As a comparison group, 12 AD patients, age-matched for earlier age of onset, were recruited from the same program as a comparison group. These patients met criteria for clinically probable AD after an extensive evaluation involving clinical, neuropsychological, and neuroimaging. The severity of disease, and comparability of bvFTD and AD patients, was assessed using the Mini-Mental State Examination (MMSE) (Folstein, Folstein, & McHugh, 1975) and the Clinical Dementia Rating Scale (Morris, 1993), augmented with two additional items, a Behavioral Comportment and Personality Domain and a Language Domain, for the assessment of bvFTD patients (Knopman, Weintraub, & Pantratz, 2011).
The bvFTD and AD patients underwent a Structured Insight Interview that probed knowledge of their disorder and their degree of concern (See Table 1). The interview consisted of three parts assessing awareness of the presence of a disorder (Part I); perception of decreased function from the disorder, or how it personally affects them (Part II); and perception of how their disorder affects others, particularly family and friends (Part III). Each of the three parts began with a lead question asking whether they were aware of having a disorder, its impact on themselves, or its impact on others.
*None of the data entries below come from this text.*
class Scenario:
    """The Hedgerow Lane forum over one accelerated stretch of time.

    Parameters
    ----------
    seed : every random choice derives from it; same seed, same comments.
    start_ts : scenario epoch seconds where the stream starts (the default is
        a midnight UTC, so a 03:00 UTC nightly retrain falls inside the
        default four hours).
    duration_s : length of the stream in scenario seconds.
    rate_per_min : ordinary traffic (ham and background spam), per minute.
    spam_share : share of the ordinary traffic that is background spam.
    wave_start_s, wave_end_s : the campaign runs in this window, in seconds
        after ``start_ts``.
    wave_rate_per_min : extra campaign comments per minute inside the window.
    wave_accounts : invented accounts the campaign posts from.
    """

    def __init__(
        self,
        *,
        seed: int = 7,
        start_ts: float = 1_799_971_200.0,
        duration_s: float = 4 * 3600.0,
        rate_per_min: float = 60.0,
        spam_share: float = 0.04,
        wave_start_s: float = 90 * 60.0,
        wave_end_s: float = 4 * 3600.0,
        wave_rate_per_min: float = 12.0,
        wave_accounts: int = 300,
    ):
        set_params(self, _PARAMS, locals())
        if self.wave_end_s < self.wave_start_s:
            raise ValueError(f"Scenario: wave_end_s must be >= wave_start_s, got {self.wave_end_s!r}")

    def _rng(self, part: str) -> random.Random:
        return random.Random(f"hedgerow-lane:{self.seed}:{part}")

    # -- members -----------------------------------------------------------

    def members(self) -> list[str]:
        """The forum's regular members' handles (stable for a seed)."""
        rng = self._rng("members")
        handles = sorted({(f + rng.choice(_HANDLE_TAIL)).lower() for f in _FIRST for _ in range(3)})
        return handles

    def wave_handles(self) -> list[str]:
        """The campaign's invented accounts, all fresh (no overlap with members)."""
        rng = self._rng("wave-accounts")
        out: list[str] = []
        seen: set[str] = set()
        while len(out) < self.wave_accounts:
            h = f"{rng.choice(_WAVE_HANDLE_PARTS)}{rng.choice(_WAVE_HANDLE_NOUNS)}{rng.randrange(100, 10_000)}"
            if h not in seen:
                seen.add(h)
                out.append(h)
        return out

    # -- single comments ---------------------------------------------------

    def ham_text(self, rng: random.Random, site: str) -> str:
        template = rng.choice(_LOCAL_PROMO) if rng.random() < LOCAL_PROMO_SHARE else rng.choice(_HAM_TEMPLATES[site])
        asides = [rng.choice(_ASIDES) for _ in range(rng.choice((0, 1, 1, 2)))]
        template = " ".join(p for p in (rng.choice(_OPENERS), template, *asides, rng.choice(_CLOSERS)) if p)
        template = _ALTERNATIVES.sub(lambda m: rng.choice(m.group(1).split("|")), template)
        name = rng.choice(_FIRST)
        method = rng.choice(_METHODS)
        return template.format(
            method=method, Method=method[0].upper() + method[1:], pest=rng.choice(_PESTS), crop=rng.choice(_CROPS),
            weather=rng.choice(_WEATHER), route=rng.choice(_ROUTES), state=rng.choice(_ROUTE_STATES),
            bits=rng.choice(_BIKE_BITS), item=rng.choice(_ITEMS), istate=rng.choice(_ITEM_STATES),
            street=rng.choice(_STREETS), event=rng.choice(_EVENTS), day=rng.choice(_DAYS),
            venue=rng.choice(_VENUES), name=name, domain=DOMAIN, price=rng.choice(_PRICES),
            pct=rng.choice(("10", "15", "20", "25", "30")), n=rng.randrange(2, 40), code=rng.randrange(100, 1000),
            phone=f"07700 9{rng.randrange(10_000, 100_000)}", product=rng.choice(_PRODUCTS), stall=rng.choice(_STALLS),
            site=site,
        )

    def spam_text(self, rng: random.Random) -> str:
        return rng.choice(_SPAM_TEMPLATES).format(
            money=rng.choice(("500", "1000", "250", "3000", "90", "40")),
            pill=rng.choice(_PILLS), spamhost=rng.choice(_SPAM_HOSTS),
        )

    def wave_text(self, rng: random.Random) -> str:
        """One campaign comment: a template with a few slots, so members are near-duplicates."""
        return _WAVE_TEMPLATE.format(
            open=rng.choice(_WAVE_OPENERS), count=rng.choice(("two", "three")), crop=rng.choice(_CROPS[:4]),
            code=rng.randrange(1000, 10000),
        )

    # -- the two entry points ----------------------------------------------

    def training_set(self, n: int = 3000) -> list[ScenarioComment]:
        """``n`` labelled comments from before the stream: ham and background spam, no wave.

        The background spam share is raised to a quarter so the first model
        sees enough of it; the timestamps precede ``start_ts``.
        """
        if not isinstance(n, int) or isinstance(n, bool) or n < 10:
            raise ValueError(f"Scenario.training_set: n must be an integer >= 10, got {n!r}")
        rng = self._rng("training")
        members = self.members()
        out = []
        for i in range(n):
            site = rng.choice(SITES)
            ts = self.start_ts - 86_400.0 + i * (86_400.0 / n)
            if rng.random() < 0.25:
                out.append(ScenarioComment(f"hl-t{i:06d}", self.spam_text(rng), site, self._spam_author(rng), ts, 1, "spam"))
            else:
                out.append(ScenarioComment(f"hl-t{i:06d}", self.ham_text(rng, site), site, rng.choice(members), ts, 0, "ham"))
        return out

    def stream(self) -> Iterator[ScenarioComment]:
        """The timed stream, in timestamp order.

        Ordinary traffic is a Poisson process at ``rate_per_min``; inside the
        wave window the campaign adds its own Poisson process at
        ``wave_rate_per_min``, posting to :data:`WAVE_SITES`.
        """
        rng = self._rng("stream")
        wave_rng = self._rng("wave")
        members = self.members()
        handles = self.wave_handles()
        end = self.start_ts + self.duration_s
        w0, w1 = self.start_ts + self.wave_start_s, self.start_ts + min(self.wave_end_s, self.duration_s)

        next_ordinary = self.start_ts + rng.expovariate(self.rate_per_min / 60.0)
        next_wave = w0 + wave_rng.expovariate(self.wave_rate_per_min / 60.0) if self.wave_rate_per_min > 0 else math.inf
        n = 0
        while True:
            if next_wave >= w1:
                next_wave = math.inf
            ts = min(next_ordinary, next_wave)
            if ts >= end:
                return
            n += 1
            cid = f"hl-{n:07d}"
            if ts == next_wave:
                site = wave_rng.choice(WAVE_SITES)
                yield ScenarioComment(cid, self.wave_text(wave_rng), site, wave_rng.choice(handles), ts, 1, "wave")
                next_wave = ts + wave_rng.expovariate(self.wave_rate_per_min / 60.0)
                continue
            site = rng.choice(SITES)
            if rng.random() < self.spam_share:
                yield ScenarioComment(cid, self.spam_text(rng), site, self._spam_author(rng), ts, 1, "spam")
            else:
                yield ScenarioComment(cid, self.ham_text(rng, site), site, rng.choice(members), ts, 0, "ham")
            next_ordinary = ts + rng.expovariate(self.rate_per_min / 60.0)

    def _spam_author(self, rng: random.Random) -> str:
        return f"user{rng.randrange(10_000, 99_999)}"


def words(text: str) -> set[str]:
    """Lower-cased words and dotted host names of ``text`` (for vocabulary checks)."""
    return set(re.findall(r"[a-z0-9][a-z0-9.\-']*[a-z0-9]|[a-z0-9]", text.lower()))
Following their response, regardless of whether they answered yes or no, the interviewer “updated” them with corrective feedback. Following each update or feedback statement, there were 12 yes-no questions, six assessed the patient's knowledge, or cognitive updating, and characterized by verbs such “know,” “understand,” “accept,” “think,” “believe,” or “agree,” and six other questions assessed concern, or emotional updating, and characterized by adjectives such as “concerned,” “worried,” “upset,” “disturbed,” “bothered,” or “anxious.” All questions were counterbalanced, both in cognitive and emotional updating and in the valence direction (positive or negative). Using the Structured Insight Interview, two clinicians in our program have shown inter-rater reliability (r=0.654) for 4 bvFTD and 4 AD patients.
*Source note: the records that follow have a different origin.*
def _annotate(
    doc: Any,
    result: Result,
    added: list[Any],
    layers_added: list[str],
    *,
    height_fraction: float,
    member_fraction: float,
) -> None:
    """Add the force, reaction and finding marks to ``doc``; every new entity goes into
    ``added`` and every new layer into ``layers_added`` (for the caller to take back)."""
    from ezdxf.enums import TextEntityAlignment

    r12 = doc.dxfversion <= "AC1009"
    names = _LayerNames(doc, max_len=31 if r12 else 120)
    msp = _layout_read(doc, result)
    t = result.truss
    fu = t.force_unit
    lengths = t.lengths() if t.n_members else np.zeros(0)
    h = text_height(t.xy, lengths, height_fraction=height_fraction, member_fraction=member_fraction)

    def add_layer(base: str, color: int, what: str) -> str:
        name = names.new(base)
        layer = doc.layers.add(name, color=color)
        layers_added.append(name)
        if not r12:
            layer.description = f"dxftruss: {what}"
        return name

    def text(
        s: str,
        at: tuple[float, float],
        layer: str,
        color: int,
        height: float,
        rotation: float = 0.0,
        align: Any = TextEntityAlignment.MIDDLE_CENTER,
    ) -> None:
        attribs = {"layer": layer, "color": color, "rotation": rotation}
        e = msp.add_text(s, height=height, dxfattribs=attribs)
        e.set_placement(at, align=align)
        added.append(e)

    if result.space is not None:
        _space_marks(result, add_layer, added, msp, height_fraction=height_fraction, member_fraction=member_fraction)
        return

    # member forces, one layer per case
    solved_cases = [cs for cs in result.cases if np.isfinite(np.asarray(cs.forces, dtype=float)).any()]
    for k, case in enumerate(solved_cases):
        forces = np.asarray(case.forces, dtype=float)
        prefix = f"{shown(case.name)}: " if len(solved_cases) > 1 else ""
        offset = (0.8 + 1.4 * k) * h  # cases stacked above the member, readable with all layers on
        zero = set(case.zero_by_solution)
        layer = add_layer(
            f"{PREFIX}-FORCES-{_layer_part(case.name)}",
            ACI_TENSION,
            f"member forces, case '{shown(case.name)}' ({fu}, tension +)",
        )
        for e in np.nonzero(np.isfinite(forces))[0].tolist():
            i, k = t.ends[e]
            (x1, y1), (x2, y2) = t.xy[i], t.xy[k]
            ang = _upright(x2 - x1, y2 - y1)
            nx, ny = -math.sin(math.radians(ang)), math.cos(math.radians(ang))
            mx, my = (x1 + x2) / 2 + nx * offset, (y1 + y2) / 2 + ny * offset
            v = float(forces[e])
            if e in zero:
                s, color = f"0 {fu}", ACI_ZERO
            else:
                s, color = f"{fmt_force(v)} {fu}", ACI_TENSION if v > 0 else (ACI_COMPRESSION if v < 0 else ACI_ZERO)
            text(f"{prefix}{member_id(e)} {s}", (mx, my), layer, color, h, ang)  # as the PDF labels: "M3 +12.5 kN"

    # reactions, one layer per case
    for k, case in enumerate(result.cases):
        if not case.reactions:
            continue
        layer = add_layer(
            f"{PREFIX}-REACTIONS-{_layer_part(case.name)}", ACI_REACTION, f"reactions, case '{shown(case.name)}' ({fu})"
        )
        for j, rx, ry in clean_reactions(result, case):
            if not (0 <= j < t.n_joints):
                continue
            x, y = t.xy[j]
            s = f"{shown(case.name)}: {joint_id(j)} Rx={fmt_force(rx)} Ry={fmt_force(ry)} {fu}"
            text(s, (float(x), float(y) - (2.5 + 1.2 * k) * h), layer, ACI_REACTION, 0.8 * h)

    # findings
    marked = [
        (n, f, f.at) for n, f in enumerate(result.findings, 1) if f.at is not None and all(map(math.isfinite, f.at))
    ]
    if marked:
        layer = add_layer(f"{PREFIX}-FINDINGS", 1, "numbered finding markers (numbers as in the findings list)")
        for n, f, at in marked:
            x, y = float(at[0]), float(at[1])
            color = ACI_SEVERITY[f.severity]
            added.append(msp.add_circle((x, y), 0.9 * h, dxfattribs={"layer": layer, "color": color}))
            text(str(n), (x, y), layer, color, 0.9 * h)
            text(f.code.value, (x + 1.2 * h, y), layer, color, 0.6 * h, align=TextEntityAlignment.MIDDLE_LEFT)

    plane = getattr(result, "plane", None)
    if plane is not None:  # the marks were made in-plane: carry them into the drawing plane
        from ezdxf.math import Matrix44

        m = Matrix44.ucs(ux=plane.u, uy=plane.v, uz=plane.normal, origin=plane.origin)
        for ent in added:
            ent.transform(m)
    planes = getattr(result, "planes", None)
    if planes is not None:  # each mark into the plane of the part whose slot it lies in
        from ezdxf.math import Matrix44

        moves = [
            Matrix44.translate(-pp.shift, 0.0, 0.0)
            @ Matrix44.ucs(ux=pp.plane.u, uy=pp.plane.v, uz=pp.plane.normal, origin=pp.plane.origin)
            for pp in planes.parts
        ]
        for ent in added:
            anchor = ent.dxf.center if ent.dxftype() == "CIRCLE" else ent.dxf.insert
            ent.transform(moves[int(planes.slot([anchor[0]])[0])])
As part of their initial evaluation, the dementia groups underwent neuropsychological mental status tests based originally on the Consortium to Establish a Registry in AD (CERAD) and the Neurobehavioral Cognitive Status Examination (NCSE) (Kiernan, Mueller, Langston, & Van Dyke, 1987; Welsh et al., 1994). In addition to the MMSE, the assessment included digit span, verbal fluency for animals names, the 15-item mini-Boston Naming Test, an auditory comprehension score modified from the Western Aphasia Battery (Shewan & Kertesz, 1980), the Frontal Assessment Battery (FAB) (Dubois, Slachevsky, Litvan, & Pillon, 2000), a calculations test modified from the NCSE, and the CERAD verbal memory test rendering a savings score (Delayed Recall Learning/Learning Trial III) and a recognition score (accurate Yes answers on true-false recognition). Finally, the construction test evaluated copies of a circle, rhombus, overlapping rectangles, and a cube, for figure closure, 3-dimensionality, parallel opposite sides, correct internal lines, and frontal face orientation.
Their responses were contrasted across groups on the Structured Insight Interview, including subscores for emotional and cognitive insight and for each of its three parts, and on the neuropsychological measures. The Structured Insight Interview results were further correlated with the variables from the neuropsychological items. The Structured Interview Questions yielded a Total Insight score with subscores for cognitive insignt, emotional insight and the three parts and their components. The subscore results are embedded post hoc scores, The individual correlations, however, were Bonferroni corrected for multiple comparisons.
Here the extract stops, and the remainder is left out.